EXERCISE DETAILS ▸
Please copy the leading lines of the entries below exactly, concluding with the line in which "for text := l.Chars[t.Chars[0]:t.Chars[1]];" occurs.

Dataset entries ▸
=-=-=

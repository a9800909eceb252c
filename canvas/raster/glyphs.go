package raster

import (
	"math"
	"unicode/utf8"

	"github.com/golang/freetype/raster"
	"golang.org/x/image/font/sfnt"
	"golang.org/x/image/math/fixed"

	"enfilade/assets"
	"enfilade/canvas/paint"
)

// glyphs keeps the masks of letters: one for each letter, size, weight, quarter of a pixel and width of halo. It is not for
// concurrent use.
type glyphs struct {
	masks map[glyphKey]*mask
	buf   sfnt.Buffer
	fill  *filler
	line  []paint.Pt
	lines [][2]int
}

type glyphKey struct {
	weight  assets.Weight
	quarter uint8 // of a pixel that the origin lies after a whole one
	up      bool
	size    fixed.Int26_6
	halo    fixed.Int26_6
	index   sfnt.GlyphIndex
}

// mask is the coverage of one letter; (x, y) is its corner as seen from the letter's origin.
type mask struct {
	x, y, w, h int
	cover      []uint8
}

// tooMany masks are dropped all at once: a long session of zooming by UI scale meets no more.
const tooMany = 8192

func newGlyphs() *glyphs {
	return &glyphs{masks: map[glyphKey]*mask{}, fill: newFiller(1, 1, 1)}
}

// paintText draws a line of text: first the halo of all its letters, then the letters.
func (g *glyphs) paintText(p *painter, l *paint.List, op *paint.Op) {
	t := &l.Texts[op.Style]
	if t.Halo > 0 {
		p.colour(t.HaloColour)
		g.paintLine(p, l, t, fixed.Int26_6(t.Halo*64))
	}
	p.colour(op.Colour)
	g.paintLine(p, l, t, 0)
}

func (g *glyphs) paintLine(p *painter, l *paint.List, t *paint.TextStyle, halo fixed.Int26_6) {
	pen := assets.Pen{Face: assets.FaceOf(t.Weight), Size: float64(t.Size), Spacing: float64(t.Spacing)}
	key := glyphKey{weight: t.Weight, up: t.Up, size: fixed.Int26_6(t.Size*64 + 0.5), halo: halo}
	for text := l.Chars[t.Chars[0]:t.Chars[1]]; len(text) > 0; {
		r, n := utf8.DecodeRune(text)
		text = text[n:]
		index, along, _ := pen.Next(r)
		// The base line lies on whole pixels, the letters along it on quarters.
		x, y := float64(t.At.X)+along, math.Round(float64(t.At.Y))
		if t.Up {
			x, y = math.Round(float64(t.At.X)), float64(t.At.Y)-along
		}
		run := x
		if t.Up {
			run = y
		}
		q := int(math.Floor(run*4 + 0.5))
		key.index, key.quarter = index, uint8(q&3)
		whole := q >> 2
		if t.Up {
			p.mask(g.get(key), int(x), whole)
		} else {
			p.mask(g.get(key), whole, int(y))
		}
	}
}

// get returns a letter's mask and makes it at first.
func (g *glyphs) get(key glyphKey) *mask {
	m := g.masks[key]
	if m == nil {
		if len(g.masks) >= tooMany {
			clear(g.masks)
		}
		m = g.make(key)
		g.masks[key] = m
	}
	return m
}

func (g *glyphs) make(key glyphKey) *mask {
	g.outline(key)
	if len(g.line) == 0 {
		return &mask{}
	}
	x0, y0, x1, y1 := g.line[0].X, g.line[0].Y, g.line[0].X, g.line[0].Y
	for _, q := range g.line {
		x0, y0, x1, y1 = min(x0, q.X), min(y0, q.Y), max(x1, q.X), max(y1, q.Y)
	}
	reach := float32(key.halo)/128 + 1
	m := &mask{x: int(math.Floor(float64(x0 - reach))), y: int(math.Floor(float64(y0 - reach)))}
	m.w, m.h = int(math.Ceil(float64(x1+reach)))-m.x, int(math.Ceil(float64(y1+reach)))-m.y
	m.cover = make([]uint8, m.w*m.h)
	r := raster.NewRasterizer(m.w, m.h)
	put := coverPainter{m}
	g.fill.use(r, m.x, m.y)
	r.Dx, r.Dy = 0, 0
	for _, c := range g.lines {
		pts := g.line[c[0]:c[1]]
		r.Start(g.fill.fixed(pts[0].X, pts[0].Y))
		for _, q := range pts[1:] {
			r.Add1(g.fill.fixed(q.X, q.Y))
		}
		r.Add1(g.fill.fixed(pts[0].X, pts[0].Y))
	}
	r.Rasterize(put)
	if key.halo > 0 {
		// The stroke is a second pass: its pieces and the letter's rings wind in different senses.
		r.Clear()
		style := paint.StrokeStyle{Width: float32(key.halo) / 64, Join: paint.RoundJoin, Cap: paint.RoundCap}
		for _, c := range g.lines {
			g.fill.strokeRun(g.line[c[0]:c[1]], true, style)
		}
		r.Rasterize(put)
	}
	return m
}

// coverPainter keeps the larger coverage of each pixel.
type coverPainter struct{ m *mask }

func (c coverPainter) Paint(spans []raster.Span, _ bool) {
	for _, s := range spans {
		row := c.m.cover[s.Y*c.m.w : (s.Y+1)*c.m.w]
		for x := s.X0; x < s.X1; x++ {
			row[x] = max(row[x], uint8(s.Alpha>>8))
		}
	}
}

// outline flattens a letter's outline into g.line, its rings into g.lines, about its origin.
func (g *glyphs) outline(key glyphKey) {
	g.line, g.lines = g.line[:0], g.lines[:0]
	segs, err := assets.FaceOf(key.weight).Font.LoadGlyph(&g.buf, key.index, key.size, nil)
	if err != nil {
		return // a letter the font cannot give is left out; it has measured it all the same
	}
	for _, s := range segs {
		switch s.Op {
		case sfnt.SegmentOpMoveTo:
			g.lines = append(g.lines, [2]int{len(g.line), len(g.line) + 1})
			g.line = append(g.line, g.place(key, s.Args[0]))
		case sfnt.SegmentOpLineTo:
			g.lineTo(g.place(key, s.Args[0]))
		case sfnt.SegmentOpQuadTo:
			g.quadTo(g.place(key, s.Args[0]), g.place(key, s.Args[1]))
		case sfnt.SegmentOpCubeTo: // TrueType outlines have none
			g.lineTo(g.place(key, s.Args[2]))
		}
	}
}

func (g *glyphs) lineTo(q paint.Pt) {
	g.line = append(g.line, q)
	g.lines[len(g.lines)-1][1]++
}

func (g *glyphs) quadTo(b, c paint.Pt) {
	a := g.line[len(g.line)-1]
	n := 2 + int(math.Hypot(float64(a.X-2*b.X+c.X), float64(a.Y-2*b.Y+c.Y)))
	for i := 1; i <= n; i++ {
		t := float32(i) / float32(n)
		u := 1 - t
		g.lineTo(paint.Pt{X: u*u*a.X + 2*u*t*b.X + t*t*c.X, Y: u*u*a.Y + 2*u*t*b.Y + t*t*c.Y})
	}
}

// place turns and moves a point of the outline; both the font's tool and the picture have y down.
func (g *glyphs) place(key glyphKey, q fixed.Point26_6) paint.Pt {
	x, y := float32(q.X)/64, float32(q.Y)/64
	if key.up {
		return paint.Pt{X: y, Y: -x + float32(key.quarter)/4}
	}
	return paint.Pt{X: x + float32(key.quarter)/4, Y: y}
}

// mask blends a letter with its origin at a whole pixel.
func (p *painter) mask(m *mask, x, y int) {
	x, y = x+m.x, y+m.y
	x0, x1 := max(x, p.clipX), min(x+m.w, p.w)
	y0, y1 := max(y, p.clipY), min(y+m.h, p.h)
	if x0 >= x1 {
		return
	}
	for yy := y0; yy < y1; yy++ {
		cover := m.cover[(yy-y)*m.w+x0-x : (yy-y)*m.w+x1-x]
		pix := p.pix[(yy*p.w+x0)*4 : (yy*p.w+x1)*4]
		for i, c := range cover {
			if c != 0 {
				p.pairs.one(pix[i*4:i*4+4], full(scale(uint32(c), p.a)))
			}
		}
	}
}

=-=-=

COMPLETED TASK ▸
repository a9800909eceb252c
filename canvas/raster/glyphs.go
package raster

import (
	"math"
	"unicode/utf8"

	"github.com/golang/freetype/raster"
	"golang.org/x/image/font/sfnt"
	"golang.org/x/image/math/fixed"

	"enfilade/assets"
	"enfilade/canvas/paint"
)

// glyphs keeps the masks of letters: one for each letter, size, weight, quarter of a pixel and width of halo. It is not for
// concurrent use.
type glyphs struct {
	masks map[glyphKey]*mask
	buf   sfnt.Buffer
	fill  *filler
	line  []paint.Pt
	lines [][2]int
}

type glyphKey struct {
	weight  assets.Weight
	quarter uint8 // of a pixel that the origin lies after a whole one
	up      bool
	size    fixed.Int26_6
	halo    fixed.Int26_6
	index   sfnt.GlyphIndex
}

// mask is the coverage of one letter; (x, y) is its corner as seen from the letter's origin.
type mask struct {
	x, y, w, h int
	cover      []uint8
}

// tooMany masks are dropped all at once: a long session of zooming by UI scale meets no more.
const tooMany = 8192

func newGlyphs() *glyphs {
	return &glyphs{masks: map[glyphKey]*mask{}, fill: newFiller(1, 1, 1)}
}

// paintText draws a line of text: first the halo of all its letters, then the letters.
func (g *glyphs) paintText(p *painter, l *paint.List, op *paint.Op) {
	t := &l.Texts[op.Style]
	if t.Halo > 0 {
		p.colour(t.HaloColour)
		g.paintLine(p, l, t, fixed.Int26_6(t.Halo*64))
	}
	p.colour(op.Colour)
	g.paintLine(p, l, t, 0)
}

func (g *glyphs) paintLine(p *painter, l *paint.List, t *paint.TextStyle, halo fixed.Int26_6) {
	pen := assets.Pen{Face: assets.FaceOf(t.Weight), Size: float64(t.Size), Spacing: float64(t.Spacing)}
	key := glyphKey{weight: t.Weight, up: t.Up, size: fixed.Int26_6(t.Size*64 + 0.5), halo: halo}
	for text := l.Chars[t.Chars[0]:t.Chars[1]]; len(text) > 0; {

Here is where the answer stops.